# 95 Maxima flashing brake and battery light, power steering went



## Oreland (Mar 24, 2005)

Driving home tonight in the rain my battery and brake warning lights began to flash and then about a minute later my power steering went on me (although the wipers, headlights, radio, etc still worked). I admit I don't know much about cars. I checked the damn owners manual but it doesn't tell you what it means if both those warning lights are flashing at the same time. I checked my power steering fluid which is fine. I am wondering if anyone might have some idea what the problem might be before I take it to a mechanic. Thanks.


----------



## Lukasz (Oct 14, 2004)

Oreland said:


> Driving home tonight in the rain my battery and brake warning lights began to flash and then about a minute later my power steering went on me (although the wipers, headlights, radio, etc still worked). I admit I don't know much about cars. I checked the damn owners manual but it doesn't tell you what it means if both those warning lights are flashing at the same time. I checked my power steering fluid which is fine. I am wondering if anyone might have some idea what the problem might be before I take it to a mechanic. Thanks.

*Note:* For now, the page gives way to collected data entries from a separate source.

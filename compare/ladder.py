"""The difference budget of a station: which assumption of the hand theory costs how much.

From rung to rung with the same N, V, M: hand theory -> the ideal plane-stress bar of the same curvature and width
(``thick``) -> the exact three-dimensional bar of the same section (``width``); and beside it from the ideal bar to
the plane-stress FE of the whole member (``introduction``). best = fe + width, so the terms add up to best - hand.

On a straight the ideal bar is the hand theory and nothing acts across: thick = width = 0. On a taper and at a joint
the ideal bar is the local one; what the change of section or of curvature does is then left in ``introduction``.
"""

from __future__ import annotations

from dataclasses import dataclass
from functools import lru_cache
from typing import Literal

from threadpoolctl import threadpool_limits

from intrados.compare.results import Budget
from intrados.fem.toroid import FaceStress, Toroid, toroid
from intrados.theory.ideal import bar
from intrados.theory.load import Face
from intrados.theory.section import Section, SectionError

FACES: tuple[Face, Face] = ("inner", "outer")
# The uncertainty of the best estimate is the sum of the membrane's and the section's: how they share the target.
MEMBRANE_SHARE, SECTION_SHARE = 0.6, 0.3


@dataclass(frozen=True)
class Rungs:
    """What the section alone says of one fibre (stress): the ideal bar, the step to three dimensions.

    ``three_d`` tells where over the width the hoop stress is largest and what acts across; None on a straight.
    ``uncertainty`` is that of ``width``. ``is_known`` is False where the three-dimensional section cannot be solved (on
    a taper between unlike hollow sections): its width term is then left out, and nothing can be concluded.
    """

    ideal: float
    width: float
    uncertainty: float
    three_d: FaceStress | None
    is_known: bool = True


def rungs(section: Section, R: float | None, nu: float, N: float, M: float, numerical: float) -> tuple[Rungs, Rungs]:
    """The rungs of the inner and of the outer fibre under N and M about the centroid.

    ``numerical`` is the job's target for the whole uncertainty, of which the section may take a share.
    """
    ideal = bar(section, R, nu).fibres(N, M)
    if R is None:
        return Rungs(ideal[0], 0.0, 0.0, None), Rungs(ideal[1], 0.0, 0.0, None)
    try:
        solved = solved_section(section, R, nu, SECTION_SHARE * numerical)
    except SectionError:
        return Rungs(ideal[0], 0.0, 0.0, None, is_known=False), Rungs(ideal[1], 0.0, 0.0, None, is_known=False)
    faces = [solved.face(face, N, M) for face in FACES]
    inner, outer = (
        Rungs(plane, face.value - plane, face.uncertainty, face) for plane, face in zip(ideal, faces, strict=True)
    )
    return inner, outer


@lru_cache(maxsize=256)
def solved_section(section: Section, R: float, nu: float, target: float) -> Toroid:
    """The three-dimensional bar of a section, solved once for all stations and cases that share it.

    ``target``: its uncertainty as a share of the larger face's stress. On one BLAS thread, as the membrane is (see
    accuracy.refine).
    """
    with threadpool_limits(limits=1, user_api="blas"):
        return toroid(section, R, nu, target)


def budget(hand: float, fe: float, of: Rungs) -> Budget:
    """The terms from the hand value to fe + width."""
    return Budget(thick=of.ideal - hand, width=of.width, introduction=fe - of.ideal)


def largest_term(terms: Budget) -> Literal["thick", "width", "introduction"]:
    """The name of the largest term with the sign of the whole: what the difference is mostly made of."""
    named: dict[Literal["thick", "width", "introduction"], float]
    named = {"thick": terms.thick, "width": terms.width, "introduction": terms.introduction}
    sign = 1.0 if sum(named.values()) >= 0.0 else -1.0
    return max(named, key=lambda name: sign * named[name])
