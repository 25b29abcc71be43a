"""Mistakes in a job: one line each, all of a file at once."""

from __future__ import annotations

import difflib
import json
import re
from collections.abc import Iterable, Mapping
from dataclasses import dataclass

from intrados.compare.toml_lines import Path, entries, line_of


@dataclass(frozen=True)
class Mistake:
    """What is wrong at a ``path`` of the job; ``text`` says what was given and what is allowed."""

    path: Path
    text: str


class JobMistakes(Exception):
    """A job that cannot be used; ``lines`` holds one line for every mistake, in the order of the file."""

    def __init__(self, lines: tuple[str, ...]) -> None:
        super().__init__("\n".join(lines))
        self.lines = lines


def located(source: str, text: str, mistakes: Iterable[Mistake]) -> JobMistakes:
    """The mistakes as lines ``source:line: key: text``, sorted by line, each said once."""
    found = entries(text)
    lines = sorted(
        {(line_of(found, mistake.path), f"{key_text(mistake.path)}: {mistake.text}") for mistake in mistakes}
    )
    return JobMistakes(tuple(f"{source}:{line}: {said}" for line, said in lines))


def key_text(path: Path) -> str:
    """A path as a user writes it; elements count from 1: ``member.pieces[2].arc``."""
    text = ""
    for part in path:
        if isinstance(part, int):
            text += f"[{part + 1}]"
        else:
            key = part if re.fullmatch(r"[A-Za-z0-9_-]+", part) else _quoted(part)
            text += f".{key}" if text else key
    return text or "job"


def shown(value: object) -> str:
    """A given value for a message: short, on one line, as TOML has it."""
    text = _written(value)
    return text if len(text) <= 60 else f"{text[:57]}..."


def _written(value: object) -> str:
    if isinstance(value, bool):
        return str(value).lower()
    if isinstance(value, str):
        return _quoted(value)
    if isinstance(value, float):
        # Short, but never so that a value beyond a limit reads as the limit itself.
        return f"{value:g}" if float(f"{value:g}") == value or value != value else repr(value)
    if isinstance(value, list):
        return f"[{', '.join(map(_written, value))}]"
    if isinstance(value, Mapping):
        return f"{{ {', '.join(f'{key} = {_written(item)}' for key, item in value.items())} }}"
    return str(value)


def _quoted(text: str) -> str:
    # JSON's escapes are TOML's: a line break inside a name does not break the line, and what is unseen is shown.
    written = json.dumps(text, ensure_ascii=False)
    return "".join(
        c if c.isprintable() else f"\\u{ord(c):04x}" if ord(c) < 0x10000 else f"\\U{ord(c):08x}" for c in written
    )


def choices(names: Iterable[str]) -> str:
    """Allowed words as a list: ``"clamped", "free"``."""
    return ", ".join(map(_quoted, names))


def meant(word: str, known: Iterable[str]) -> str | None:
    """The known word that a word is nearest to, whatever its capitals; None if none is near."""
    by_letters: dict[str, str] = {}
    for name in known:
        by_letters.setdefault(name.lower(), name)
    close = difflib.get_close_matches(word.lower(), by_letters, n=1, cutoff=0.6)
    return by_letters[close[0]] if close else None


def nearest(word: str, known: Iterable[str]) -> str:
    """``did you mean "depth"?`` for a word near a known one, else what is known."""
    known = list(known)
    close = meant(word, known)
    return f"known: {choices(known) or 'none'}" if close is None else f"did you mean {_quoted(close)}?"
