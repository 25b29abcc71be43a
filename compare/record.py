"""results.json: the results of a check as the plain dictionary that is written to disk, and back again.

The first load case stands at the top level, the others under ``cases``. Numbers are rounded to 12 significant
digits, so that the same job gives the same file byte for byte; what is not finite becomes null.
"""

from __future__ import annotations

import json
import math
import re
from collections.abc import Mapping
from dataclasses import fields, is_dataclass
from typing import Any

from intrados.compare.results import CaseResult, Results

SCHEMA = 1
PROGRAM = "intrados"
_EQUILIBRIUM = ("force_residual", "moment_residual")


class RecordError(ValueError):
    """A dictionary that is not the record of a check. The message has one line for every mistake."""


def write(results: Results) -> dict[str, Any]:
    """The results.json dictionary: plain dicts, lists, strings, finite numbers and None, in the order of the file."""
    first, *others = [_write_case(case) for case in results.cases]
    name = first.pop("name")
    record: dict[str, Any] = {
        "schema": SCHEMA,
        "program": {"name": PROGRAM, "version": results.version},
        "job": {
            "title": results.title,
            "sha256": results.sha256,
            "units": results.unit_set,
            "unit_names": _plain(results.units),
        },
        "notes": _plain(results.notes),
        "agreement": {"band": _plain(results.band), "numerical": _plain(results.numerical)},
        "yield_stress": _plain(results.yield_stress),
        "ends": dict(zip(("start", "end"), results.ends, strict=True)),
        "sections": _plain(results.sections),
        "mesh": _plain(results.mesh),
        "missed": _plain(results.missed),
    }
    if name:
        record["case"] = name
    return record | first | {"cases": others}


def read(record: Mapping[str, Any]) -> Results:
    """The Results that ``write`` made a record of, to 12 digits; keys it does not know are passed over.

    Raises RecordError, with a line for every mistake, for a record of another schema or with missing or wrong values.
    """
    from pydantic import TypeAdapter, ValidationError

    if not isinstance(record, Mapping) or record.get("schema") != SCHEMA:
        given = record.get("schema") if isinstance(record, Mapping) else record
        raise RecordError(f"schema: {given!r} given, {SCHEMA} is the one that can be read")
    try:
        return TypeAdapter(Results).validate_python(_arrange(record))
    except ValidationError as error:
        lines = (f"{_key(item['loc'])}: {item['msg']}" for item in error.errors())
        raise RecordError("\n".join(lines)) from None


def to_json(results: Results) -> str:
    """The text of results.json: indented, but with every list of numbers on one line."""
    text = json.dumps(write(results), indent=1, ensure_ascii=False, allow_nan=False)
    # A line break inside a JSON string is written \n, so a real one is always layout.
    return re.sub(r"\[\n[^\[\]{}]*\]", lambda found: re.sub(r"\n *", "", found[0]), text) + "\n"


def _write_case(case: CaseResult) -> dict[str, Any]:
    plain: dict[str, Any] = _plain(case)
    for station in plain["stations"]:
        _drop_other_measure(station)
    if plain["peak"]:
        _drop_other_measure(plain["peak"])
    equilibrium = {key: plain.pop(key) for key in _EQUILIBRIUM}
    head = {key: plain.pop(key) for key in ("name", "governing", "peak")}
    return head | {"equilibrium": equilibrium} | plain


def _drop_other_measure(place: dict[str, Any]) -> None:
    """A place is told by its angle on an arc, by its distance on a straight; the record carries that one."""
    del place["distance" if place["distance"] is None else "angle"]


def _plain(value: Any) -> Any:
    if isinstance(value, float):
        # Adding zero turns -0.0 into 0.0.
        return float(f"{value:.12g}") + 0.0 if math.isfinite(value) else None
    if isinstance(value, tuple):
        return [_plain(item) for item in value]
    if isinstance(value, dict):
        return {key: _plain(item) for key, item in value.items()}
    if is_dataclass(value):
        return {field.name: _plain(getattr(value, field.name)) for field in fields(value)}
    return value


def _arrange(record: Mapping[str, Any]) -> dict[str, Any]:
    """The record in the shape of Results; what is missing stays missing, for the validation to find."""
    job = _mapping(record.get("job"))
    ends = _mapping(record.get("ends"))
    others = record.get("cases", [])
    arranged: dict[str, Any] = {
        **_pick(_mapping(record.get("program")), {"version": "version"}),
        **_pick(job, {"title": "title", "sha256": "sha256", "units": "unit_set", "unit_names": "units"}),
        **_pick(_mapping(record.get("agreement")), {"band": "band", "numerical": "numerical"}),
        **{key: record[key] for key in ("notes", "yield_stress", "sections", "mesh", "missed") if key in record},
        "ends": [ends.get("start"), ends.get("end")],
        "cases": [
            _arrange_case({**record, "name": record.get("case", "")}),
            *[_arrange_case(_mapping(case)) for case in (others if isinstance(others, list) else [None])],
        ],
    }
    return arranged


def _arrange_case(case: Mapping[str, Any]) -> dict[str, Any]:
    keys = [field.name for field in fields(CaseResult) if field.name in case]
    arranged = {key: _numbers(case[key]) for key in keys} | dict(_mapping(case.get("equilibrium")))
    stations = arranged.get("stations")
    places = [*(stations if isinstance(stations, list) else []), arranged.get("peak")]
    for place in places:
        if isinstance(place, dict):
            place.setdefault("angle", None)
            place.setdefault("distance", None)
    return arranged


def _numbers(value: Any) -> Any:
    """A copy in which null within a list of numbers is NaN again."""
    if isinstance(value, list):
        return [math.nan if item is None else _numbers(item) for item in value]
    if isinstance(value, dict):
        return {key: _numbers(item) for key, item in value.items()}
    return value


def _mapping(value: Any) -> Mapping[str, Any]:
    return value if isinstance(value, Mapping) else {}


def _pick(source: Mapping[str, Any], names: dict[str, str]) -> dict[str, Any]:
    return {name: source[key] for key, name in names.items() if key in source}


_HOME = {
    "version": "program.version",
    "title": "job.title",
    "sha256": "job.sha256",
    "unit_set": "job.units",
    "units": "job.unit_names",
    "band": "agreement.band",
    "numerical": "agreement.numerical",
    "force_residual": "equilibrium.force_residual",
    "moment_residual": "equilibrium.moment_residual",
}


def _key(place: tuple[int | str, ...]) -> str:
    """The key as the file has it, for a place in Results."""
    parts = list(place)
    prefix: list[int | str] = []
    if len(parts) > 1 and parts[0] == "cases":
        index = int(parts[1])
        prefix = [] if index == 0 else ["cases", index - 1]
        parts = parts[2:]
    if parts and parts[0] == "ends":
        parts[1:] = ["end" if 1 in parts[1:] else "start"]
    home = _HOME.get(str(parts[0]), parts[0]) if parts else ""
    return ".".join(str(part) for part in [*prefix, home, *parts[1:]])
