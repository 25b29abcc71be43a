"""A table of the job checked against its model: what is wrong goes on a list, what is right goes on."""

from __future__ import annotations

from collections.abc import Callable, Mapping
from typing import Any, TypeVar

from pydantic import ValidationError

from intrados.compare.mistake import Mistake, choices, nearest, shown
from intrados.compare.schema import Table
from intrados.compare.toml_lines import Path

T = TypeVar("T", bound=Table)

_KINDS = {
    "float_type": "a number",
    "int_type": "a whole number",
    "int_from_float": "a whole number",
    "string_type": "a text in quotes",
    "list_type": "a list in [ ]",
    "dict_type": "a table",
    "model_type": "a table",
    "finite_number": "a finite number",
}


class Reader:
    """Collects the mistakes of one job while its tables are read."""

    def __init__(self) -> None:
        self.mistakes: list[Mistake] = []

    def add(self, path: Path, text: str) -> None:
        """Note a mistake at a path."""
        self.mistakes.append(Mistake(path, text))

    def table(self, model: type[T], data: object, path: Path) -> T | None:
        """The table as its model, or None with its mistakes noted; an unknown key is noted and passed over."""
        if not isinstance(data, Mapping):
            self.add(path, f"given {shown(data)}; must be a table")
            return None
        known = {field.alias or name for name, field in model.model_fields.items()}
        for key in data:
            if key not in known:
                self.add((*path, key), f"unknown key; {nearest(key, known)}")
        try:
            return model.model_validate({key: value for key, value in data.items() if key in known})
        except ValidationError as error:
            self._note(error, model, path)
            return None

    def _note(self, error: ValidationError, model: type[Table], path: Path) -> None:
        said: set[Path] = set()
        for problem in error.errors(include_url=False):
            # A union reports each of its members under the member's name, which is no key of the file.
            place = tuple(part for part in problem["loc"] if isinstance(part, int) or "[" not in part)
            place = tuple(part for part in place if part not in ("str", "constrained-str"))
            where = (*path, *place)
            if where not in said:
                said.add(where)
                self.add(where, _sentence(problem))

    def each(self, data: object, path: Path, read: Callable[[object, Path], Any]) -> list[Any]:
        """What ``read`` makes of each element of an array of tables."""
        if not isinstance(data, list):
            self.add(path, f"given {shown(data)}; must be an array, written [[{path[-1]}]]")
            return []
        return [read(item, (*path, index)) for index, item in enumerate(data)]

    def unique_names(self, data: object, path: Path) -> None:
        """Note every name in an array of tables that an earlier table has already, whatever else is wrong in it."""
        taken: set[str] = set()
        for index, table in enumerate(data if isinstance(data, list) else []):
            name = table.get("name") if isinstance(table, Mapping) else None
            if isinstance(name, str):
                if name in taken:
                    self.add((*path, index, "name"), f'given "{name}", which is taken already; names must differ')
                taken.add(name)


def _sentence(problem: Mapping[str, Any]) -> str:
    kind, given, context = problem["type"], problem["input"], problem.get("ctx", {})
    if kind == "missing":
        return "missing; it is required here"
    said = f"given {shown(given)}; must be"
    if kind in _KINDS:
        return f"{said} {_KINDS[kind]}"
    if kind == "literal_error":
        allowed = [word.strip(" '") for word in context["expected"].replace(" or ", ", ").split(", ")]
        return f"{said} one of {choices(allowed)}"
    bounds = {"greater_than": ("gt", "more than"), "greater_than_equal": ("ge", "at least")}
    bounds |= {"less_than": ("lt", "less than"), "less_than_equal": ("le", "at most")}
    if kind in bounds:
        name, words = bounds[kind]
        return f"{said} {words} {context[name]:g}"
    if kind in ("too_short", "too_long"):
        bound = context.get("min_length", context.get("max_length"))
        which = "at least" if kind == "too_short" else "at most"
        return f"given {context['actual_length']} values; must be {which} {bound}"
    if kind in ("string_too_short", "string_too_long"):
        return f"{said} a text of 1 to 60 characters"
    return f"given {shown(given)}; {problem['msg']}"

Don't know much about the engines in your car, but generally, what could have happened is that the serpentine belt broke. Did you check if it's still there?


----------



## Matt93SE (Sep 17, 2003)

the power steering belt is separate from the serpentine belt that runs the alternator and A/C compressor, but it's very likely that both belts have broken. that's my first guess at the problem, and I bet you a cheeseburger that's the case.


----------



## blackmaxima88 (Mar 20, 2005)

for whatever reason unknown to mankind... the way Nissan designs their electrical systems.. ANY time the alternator (battery) warning light comes on, the BRAKE warning light comes on with it. this is cos of the bulb check relay. it's SUPPOSED to be a good thing, to let you know the warning lights work. they just didn't think it through completely.

so yeah... don't be confused when the BRAKE light comes on with the charge indicator light.


----------